Exercise instructions:
Only one stretch of the data below is needed. Output the lines from the one with "void finding(const Finding&" up to and including the one with "void summary(const std::vector<Finding>&", exactly as they stand.

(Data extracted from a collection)
::::::::::
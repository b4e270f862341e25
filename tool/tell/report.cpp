#include "tell/report.h"

#include <algorithm>
#include <cmath>
#include <fstream>
#include <map>
#include <nlohmann/json.hpp>

namespace dextral::tell {

namespace {

constexpr std::size_t kWidest = 110;

// Control characters and broken UTF-8 are not passed on.
std::string clean(const std::string& text) {
  std::string out;
  for (std::size_t i = 0; i < text.size(); ++i) {
    unsigned char c = static_cast<unsigned char>(text[i]);
    std::size_t length = c < 0x80 ? 1 : c >= 0xf0 && c < 0xf5 ? 4 : c >= 0xe0 ? 3 : c >= 0xc2 ? 2 : 0;
    bool whole = length > 0 && c < 0xf5 && i + length <= text.size();
    for (std::size_t k = 1; whole && k < length; ++k) whole = (static_cast<unsigned char>(text[i + k]) & 0xc0) == 0x80;
    if (c == '\t') out += ' ';
    else if (!whole || c < 0x20 || c == 0x7f) out += "?";
    else out += text.substr(i, length);
    if (whole) i += length - 1;
  }
  return out;
}

class Lines {
 public:
  const std::string& line(const std::string& file, std::uint32_t number) {
    static const std::string none;
    auto [found, fresh] = files_.try_emplace(file);
    if (fresh) {
      std::ifstream in(file, std::ios::binary);
      for (std::string line; std::getline(in, line);) {
        if (!line.empty() && line.back() == '\r') line.pop_back();
        found->second.push_back(line);
      }
    }
    return number && number <= found->second.size() ? found->second[number - 1] : none;
  }

 private:
  std::map<std::string, std::vector<std::string>> files_;
};

std::string words(const Reason& reason) {
  std::string subject = "`" + clean(reason.subject) + "`", object = "`" + clean(reason.object) + "`";
  switch (reason.kind) {
    case ReasonKind::declared: return subject + " is declared " + object;
    case ReasonKind::named: return subject + " reads as " + object + " by its name";
    case ReasonKind::operation: return subject + " is a " + clean(reason.object);
    case ReasonKind::assigned: return subject + " is assigned to " + object;
    case ReasonKind::passed: return subject + " is passed as " + object;
    case ReasonKind::returned: return subject + " is returned from " + object;
    case ReasonKind::called: return subject + " calls " + object;
    case ReasonKind::read: return subject + " is read from " + object;
  }
  return subject;
}

class Text {
 public:
  Text(const FileTable& files, const Style& style) : files_(files), style_(style) {}

  std::string out;

  void finding(const Finding& finding) {
    bool error = style_.fail_on && finding.certainty <= *style_.fail_on;
    out += paint(place(finding.span) + ": ", "1") + paint(error ? "error: " : "warning: ", error ? "31" : "35") +
           paint(finding.rule, "1") + " (" + dextral::text(finding.certainty) + "): " + clean(finding.sentence) + "\n";
    quote(finding.span, "    ");
    side(finding.left, finding.left_frame);
    side(finding.right, finding.right_frame);
    repairs(finding);
    if (finding.witness) out += "    off by " + rounded(finding.witness->degrees) + " deg " + finding.witness->attitude + "\n";
  }

  void summary(const std::vector<Finding>& findings, const Summary& summary) {
    out += std::to_string(summary.read) + (summary.read == 1 ? " file read" : " files read");
    if (summary.not_read) out += ", " + std::to_string(summary.not_read) + " not read";
    out += "; " + std::to_string(findings.size()) + (findings.size() == 1 ? " finding" : " findings");
    if (summary.accepted) out += ", " + std::to_string(summary.accepted) + " accepted";
    out += "\n";
    std::map<std::pair<std::string, Certainty>, int> counts;
    for (const Finding& finding : findings) ++counts[{finding.rule, finding.certainty}];
    for (const auto& [key, count] : counts)
      out += "    " + std::to_string(count) + " " + key.first + " (" + dextral::text(key.second) + ")\n";
    if (summary.rotations)
      out += "frames known for " + std::to_string(summary.rotations_known) + " of " + std::to_string(summary.rotations) + " declarations that carry a rotation\n";
    for (const std::string& header : summary.missing_headers) out += "header not found: " + clean(header) + "; what needs it was not read\n";
    out += "An aid, not a proof: certification rules and the responsible engineers decide.\n";
  }

 private:
  std::string paint(const std::string& text, const char* color) const {
    return style_.color ? "\x1b[" + std::string(color) + "m" + text + "\x1b[0m" : text;
  }
  static std::string rounded(double value) {
    std::string text = std::to_string(std::round(value * 10) / 10);
    return text.substr(0, text.find('.') + 2);
  }
  std::string place(const Span& span) const {
    return clean(relative(files_.name(span.file), style_.root)) + ":" + std::to_string(span.begin.line) + ":" + std::to_string(span.begin.column);
  }

  // The line of source with a marker under the span.
  void quote(const Span& span, const std::string& indent) {
    if (!span.valid()) return;
    const std::string& line = lines_.line(files_.name(span.file), span.begin.line);
    if (line.empty()) return;
    std::size_t begin = std::min<std::size_t>(span.begin.column ? span.begin.column - 1 : 0, line.size());
    std::size_t end = span.end.line == span.begin.line ? std::min<std::size_t>(span.end.column - 1, line.size()) : line.size();
    std::size_t first = line.find_first_not_of(" \t");
    std::size_t from = std::min(first == std::string::npos ? 0 : first, begin);
    if (begin - from > kWidest / 2) from = begin - kWidest / 4;
    std::string shown = line.substr(from, kWidest);
    std::size_t width = std::max<std::size_t>(1, std::min(end, from + shown.size()) - begin);
    out += indent + clean(shown) + "\n" + indent + std::string(columns(line, from, begin), ' ') + paint(std::string(std::max<std::size_t>(1, columns(line, begin, begin + width)), '~'), "32") + "\n";
  }

  static std::size_t columns(const std::string& line, std::size_t from, std::size_t to) {
    std::size_t count = 0;
    for (std::size_t i = from; i < to && i < line.size(); ++i) count += (static_cast<unsigned char>(line[i]) & 0xc0) != 0x80;
    return count;
  }

  void side(const std::vector<Reason>& reasons, const Frame& frame) {
    if (reasons.empty()) return;
    out += "    " + (frame.known() ? dextral::text(frame) : std::string("one side")) + ", because\n";
    for (const Reason& reason : reasons) {
      out += "      " + place(reason.span) + ": " + words(reason) + "\n";
      quote(reason.span, "        ");
    }
  }

  void repairs(const Finding& finding) {
    for (std::size_t i = 0; i < finding.repairs.size(); ++i) {
      std::string sentence = repair(finding.repairs[i]);
      if (!sentence.empty()) out += std::string("    ") + (i ? "or: " : "repair: ") + sentence + "\n";
    }
  }

  static std::string repair(const solve::Repair& repair) {
    std::string subject = "`" + clean(repair.subject) + "`", other = "`" + clean(repair.other) + "`";
    switch (repair.kind) {
      case solve::RepairKind::none: return "";
      case solve::RepairKind::transpose: return repair.other.empty() ? "take the inverse of " + subject : "write " + other + " for " + subject;
      case solve::RepairKind::drop_inverse: return "write " + subject + " for " + other;
      case solve::RepairKind::swap:
      case solve::RepairKind::swap_arguments: return "exchange " + subject + " and " + other;
      case solve::RepairKind::other_variable: return "take " + other + " for " + subject;
      case solve::RepairKind::twin_function: return "call " + other + " for " + subject;
      case solve::RepairKind::two_sided: return repair.other.empty() ? "multiply by the inverse of " + subject + " on the right" : "multiply by " + other + " on the right";
    }
    return "";
  }

  const FileTable& files_;
  const Style& style_;
  Lines lines_;
};

nlohmann::ordered_json place_json(const Span& span, const FileTable& files, const std::string& root) {
  return {{"file", clean(relative(files.name(span.file), root))}, {"line", span.begin.line}, {"column", span.begin.column}, {"end line", span.end.line}, {"end column", span.end.column}};
}

const char* repair_word(solve::RepairKind kind) {
  switch (kind) {
    case solve::RepairKind::none: return "none";
    case solve::RepairKind::transpose: return "transpose";
    case solve::RepairKind::drop_inverse: return "drop inverse";
    case solve::RepairKind::swap: return "swap";
    case solve::RepairKind::swap_arguments: return "swap arguments";
    case solve::RepairKind::other_variable: return "other variable";
    case solve::RepairKind::twin_function: return "twin function";
    case solve::RepairKind::two_sided: return "two-sided";
  }
  return "none";
}

}  // namespace

std::string relative(const std::string& path, const std::string& root) {
  if (!root.empty() && path.rfind(root + "/", 0) == 0) return path.substr(root.size() + 1);
  return path;
}

void sort(std::vector<Finding>& findings, const FileTable& files) {
  auto key = [&](const Finding& f) { return std::tuple(files.name(f.span.file), f.span.begin, f.span.end, f.rule, f.sentence); };
  std::sort(findings.begin(), findings.end(), [&](const Finding& a, const Finding& b) { return key(a) < key(b); });
  auto same = [&](const Finding& a, const Finding& b) { return a.rule == b.rule && a.span == b.span; };
  findings.erase(std::unique(findings.begin(), findings.end(), same), findings.end());
}

std::string text(const std::vector<Finding>& findings, const FileTable& files, const Summary& summary, const Style& style) {
  Text text(files, style);
  for (const Finding& finding : findings) text.finding(finding);
  text.summary(findings, summary);
  return text.out;
}

std::string json(const std::vector<Finding>& findings, const FileTable& files, const Summary& summary, const Style& style) {
  nlohmann::ordered_json root, list = nlohmann::ordered_json::array();
  for (const Finding& finding : findings) {
    nlohmann::ordered_json entry = place_json(finding.span, files, style.root);
    entry["rule"] = finding.rule;
    entry["certainty"] = dextral::text(finding.certainty);
    entry["function"] = clean(finding.function);
    entry["sentence"] = clean(finding.sentence);
    entry["frames"] = {dextral::text(finding.left_frame), dextral::text(finding.right_frame)};
    for (const auto& [name, side] : {std::pair{"left", &finding.left}, std::pair{"right", &finding.right}}) {
      nlohmann::ordered_json steps = nlohmann::ordered_json::array();
      for (const Reason& reason : *side) {
        nlohmann::ordered_json step = place_json(reason.span, files, style.root);
        step["source"] = dextral::text(reason.source);
        step["words"] = words(reason);
        steps.push_back(step);
      }
      entry[name] = steps;
    }
    nlohmann::ordered_json repairs = nlohmann::ordered_json::array();
    for (const solve::Repair& repair : finding.repairs) {
      nlohmann::ordered_json edits = nlohmann::ordered_json::array();
      for (const solve::Edit& edit : repair.edits) {
        nlohmann::ordered_json e = place_json(edit.span, files, style.root);
        e["text"] = clean(edit.text);
        edits.push_back(e);
      }
      repairs.push_back({{"kind", repair_word(repair.kind)}, {"subject", clean(repair.subject)}, {"other", clean(repair.other)}, {"edits", edits}});
    }
    entry["repairs"] = repairs;
    if (finding.witness) entry["witness"] = {{"degrees", std::round(finding.witness->degrees * 1000) / 1000}, {"attitude", finding.witness->attitude}};
    list.push_back(entry);
  }
  root["findings"] = list;
  root["read"] = summary.read;
  root["not read"] = summary.not_read;
  root["missing headers"] = summary.missing_headers;
  root["rotations"] = {{"declarations", summary.rotations}, {"known", summary.rotations_known}};
  return root.dump(2, ' ', false, nlohmann::ordered_json::error_handler_t::replace) + "\n";
}

}  // namespace dextral::tell
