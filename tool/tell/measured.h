// What functions were measured as, in words and for programs.
//
// In words: what the function is, its formula, how surely (points, worst
// disagreement, steps), and one line of numbers to check by hand. In a table
// each function has one line. JSON is our own stable shape, like that of
// findings.
#pragma once

#include <string>
#include <vector>

#include "core/measured.h"
#include "tell/report.h"

namespace dextral::tell {

// By file, place, name and selected values.
void sort(std::vector<Measurement>&, const FileTable&);

std::string text(const std::vector<Measurement>&, const FileTable&, const Style&);
std::string table(const std::vector<Measurement>&, const FileTable&, const Style&);
std::string json(const std::vector<Measurement>&, const FileTable&, const Style&);

}  // namespace dextral::tell
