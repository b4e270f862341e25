#include "tell/measured.h"

#include <algorithm>
#include <cstdio>
#include <nlohmann/json.hpp>
#include <tuple>

#include "tell/source.h"

namespace dextral::tell {

namespace {

using Json = nlohmann::ordered_json;

std::string number(double value, const char* format = "%.6g") {
  char digits[40];
  std::snprintf(digits, sizeof digits, format, value);
  return digits;
}

std::string place(const Measurement& measurement, const FileTable& files, const Style& style) {
  return escaped(relative(files.name(measurement.span.file), style.root)) + ":" + std::to_string(measurement.span.begin.line) + ":" +
         std::to_string(measurement.span.begin.column);
}

std::string said_formal(const Measurement& measurement, const std::string& formal) {
  for (const Group& group : measurement.signature.inputs)
    if (group.formal == formal) return escaped(group.text);
  return escaped(formal);
}

// "dcm_from_euler with seq = 321"
std::string title(const Measurement& measurement) {
  std::string title = escaped(measurement.name);
  for (std::size_t i = 0; i < measurement.selected.size(); ++i)
    title += (i ? ", " : " with ") + said_formal(measurement, measurement.selected[i].formal) + " = " + std::to_string(measurement.selected[i].value);
  return title;
}

std::string said(const Group& group) {
  if (group.rows && group.columns) return escaped(group.text) + " (" + std::to_string(group.rows) + " x " + std::to_string(group.columns) + ")";
  return escaped(group.text) + (group.count == 1 ? "" : " (" + std::to_string(group.count) + ")");
}

std::string said(const std::vector<Group>& groups) {
  std::string text;
  for (const Group& group : groups)
    if (group.count) text += (text.empty() ? "" : ", ") + said(group);
  return text.empty() ? "nothing" : text;
}

std::string with_formula(const Meaning& meaning) {
  return escaped(meaning.formula.empty() ? meaning.words : meaning.words + ": " + meaning.formula);
}

// One line: what it is, or why that is not known.
std::string verdict(const Measurement& measurement) {
  if (!measurement.refusal.empty()) return "not measured: " + escaped(measurement.refusal);
  if (measurement.meanings.empty()) return "nothing that is known";
  if (measurement.meanings.size() == 1) return with_formula(measurement.meanings[0]);
  std::string text = "one of " + std::to_string(measurement.meanings.size()) + " that cannot be told apart: ";
  for (std::size_t i = 0; i < measurement.meanings.size(); ++i) text += (i ? "; or " : "") + with_formula(measurement.meanings[i]);
  return text;
}

// A matrix row by row, however it lies in memory.
std::string numbers(const Group& group, const double* values) {
  std::string text;
  for (std::size_t i = 0; i < group.count; ++i) {
    const bool matrix = group.rows * group.columns == group.count && group.rows > 1;
    const std::size_t row = matrix ? i / group.columns : 0, column = matrix ? i % group.columns : i;
    if (row > 0 && column == 0) text += ";";
    text += " " + number(values[group.column_major && matrix ? column * group.rows + row : i]);
  }
  return text;
}

std::string numbers(const std::vector<Group>& groups, const std::vector<double>& values) {
  std::string text;
  std::size_t at = 0;
  for (const Group& group : groups) {
    if (group.count == 0 || at + group.count > values.size()) continue;
    text += "      " + escaped(group.text) + " =" + numbers(group, values.data() + at) + "\n";
    at += group.count;
  }
  return text;
}

std::string trial(const Measurement& measurement) {
  if (measurement.trials.empty()) return "";
  const Trial& trial = measurement.trials[0];
  return "    by hand: given\n" + numbers(measurement.signature.inputs, trial.input) + "    it gives\n" +
         numbers(measurement.signature.outputs, trial.output);
}

std::string paragraph(const Measurement& measurement, const FileTable& files, const Style& style) {
  std::string text = place(measurement, files, style) + ": " + title(measurement) + "\n  " + verdict(measurement) + "\n";
  for (const Meaning& meaning : measurement.meanings)
    for (const std::string& other : meaning.equivalents) text += "    which is also " + escaped(other) + "\n";
  if (measurement.signature.outputs.empty()) return text;
  text += "    takes " + said(measurement.signature.inputs) + "; gives " + said(measurement.signature.outputs) + "\n";
  text += "    run at " + std::to_string(measurement.points) + " points";
  if (!measurement.meanings.empty()) text += ", worst disagreement " + number(measurement.worst, "%.1e");
  return text + ", at most " + std::to_string(measurement.steps) + " steps\n" + trial(measurement);
}

Json groups(const std::vector<Group>& list) {
  Json json = Json::array();
  for (const Group& group : list)
    json.push_back({{"formal", group.formal}, {"text", escaped(group.text)}, {"count", group.count}, {"rows", group.rows}, {"columns", group.columns}});
  return json;
}

Json json_of(const Measurement& measurement, const FileTable& files, const Style& style) {
  Json json{{"file", escaped(relative(files.name(measurement.span.file), style.root))},
            {"line", measurement.span.begin.line},
            {"column", measurement.span.begin.column},
            {"function", escaped(measurement.name)},
            {"key", escaped(measurement.key)},
            {"selected", Json::array()},
            {"inputs", groups(measurement.signature.inputs)},
            {"outputs", groups(measurement.signature.outputs)},
            {"meanings", Json::array()},
            {"refusal", measurement.refusal},
            {"points", measurement.points},
            {"steps", measurement.steps},
            {"worst disagreement", measurement.worst},
            {"trials", Json::array()}};
  for (const Selected& one : measurement.selected) json["selected"].push_back({{"formal", one.formal}, {"value", one.value}});
  for (const Meaning& meaning : measurement.meanings)
    json["meanings"].push_back(
        {{"id", meaning.id}, {"words", meaning.words}, {"formula", meaning.formula}, {"equivalents", meaning.equivalents}});
  for (const Trial& trial : measurement.trials) json["trials"].push_back({{"given", trial.input}, {"gives", trial.output}});
  return json;
}

}  // namespace

void sort(std::vector<Measurement>& list, const FileTable& files) {
  auto order = [&](const Measurement& m) {
    std::vector<std::pair<std::string, long long>> selected;
    for (const Selected& one : m.selected) selected.emplace_back(one.formal, one.value);
    return std::tuple(files.name(m.span.file), m.span.begin, m.key, selected);
  };
  std::sort(list.begin(), list.end(), [&](const Measurement& a, const Measurement& b) { return order(a) < order(b); });
}

std::string text(const std::vector<Measurement>& list, const FileTable& files, const Style& style) {
  std::string text;
  for (const Measurement& measurement : list) text += paragraph(measurement, files, style);
  return text;
}

std::string table(const std::vector<Measurement>& list, const FileTable& files, const Style& style) {
  std::string text;
  std::size_t known = 0, open = 0, unknown = 0, refused = 0, functions = 0;
  for (std::size_t i = 0; i < list.size();) {
    const Measurement& m = list[i];
    std::size_t alike = i + 1;
    while (alike < list.size() && list[alike].key == m.key && verdict(list[alike]) == verdict(m)) ++alike;
    const std::string more = alike > i + 1 ? " (and " + std::to_string(alike - i - 1) + " more)" : "";
    text += place(m, files, style) + ": " + title(m) + more + ": " + verdict(m) + "\n";
    functions += i == 0 || list[i - 1].key != m.key;
    for (; i < alike; ++i) ++(!m.refusal.empty() ? refused : m.meanings.empty() ? unknown : m.meanings.size() == 1 ? known : open);
  }
  return text + std::to_string(functions) + " functions, " + std::to_string(list.size()) + " measurements: " + std::to_string(known) +
         " known, " + std::to_string(open) + " open between several, " + std::to_string(unknown) + " nothing that is known, " +
         std::to_string(refused) + " refused\n";
}

std::string json(const std::vector<Measurement>& list, const FileTable& files, const Style& style) {
  Json json{{"functions", Json::array()}};
  for (const Measurement& measurement : list) json["functions"].push_back(json_of(measurement, files, style));
  return json.dump(2, ' ', false, Json::error_handler_t::replace) + "\n";
}

}  // namespace dextral::tell
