#include "tell/fingerprint.h"

#include <cstdint>
#include <map>

#include "tell/paths.h"

namespace dextral::tell {

namespace {

std::string trimmed(const std::string& line) {
  const std::size_t first = line.find_first_not_of(" \t");
  if (first == std::string::npos) return "";
  return line.substr(first, line.find_last_not_of(" \t") - first + 1);
}

// FNV-1a, 64 bit, as 16 hexadecimal digits.
std::string hash(const std::string& text) {
  std::uint64_t value = 14695981039346656037ull;
  for (char c : text) value = (value ^ static_cast<unsigned char>(c)) * 1099511628211ull;
  std::string digits;
  for (int shift = 60; shift >= 0; shift -= 4) digits += "0123456789abcdef"[(value >> shift) & 15];
  return digits;
}

}  // namespace

std::vector<std::string> fingerprints(const std::vector<Finding>& findings, const FileTable& files,
                                      const std::string& root, Source& source) {
  std::map<std::string, int> told;
  std::vector<std::string> list;
  for (const Finding& finding : findings) {
    const std::string& file = files.name(finding.span.file);
    std::string key;
    for (const std::string& part :
         {finding.rule, relative(file, root), finding.function, trimmed(source.line(file, finding.span.begin.line))})
      key += part + '\0';
    list.push_back(hash(key + std::to_string(told[key]++)));
  }
  return list;
}

}  // namespace dextral::tell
::::::::::
Response area:
  void finding(const Finding& finding) {
    bool error = style_.fail_on && finding.certainty <= *style_.fail_on;
    out += paint(place(finding.span) + ": ", "1") + paint(error ? "error: " : "warning: ", error ? "31" : "35") +
           paint(finding.rule, "1") + " (" + dextral::text(finding.certainty) + "): " + clean(finding.sentence) + "\n";
    quote(finding.span, "    ");
    side(finding.left, finding.left_frame);
    side(finding.right, finding.right_frame);
    repairs(finding);
    if (finding.witness) out += "    off by " + rounded(finding.witness->degrees) + " deg " + finding.witness->attitude + "\n";
  }

  void summary(const std::vector<Finding>& findings, const Summary& summary) {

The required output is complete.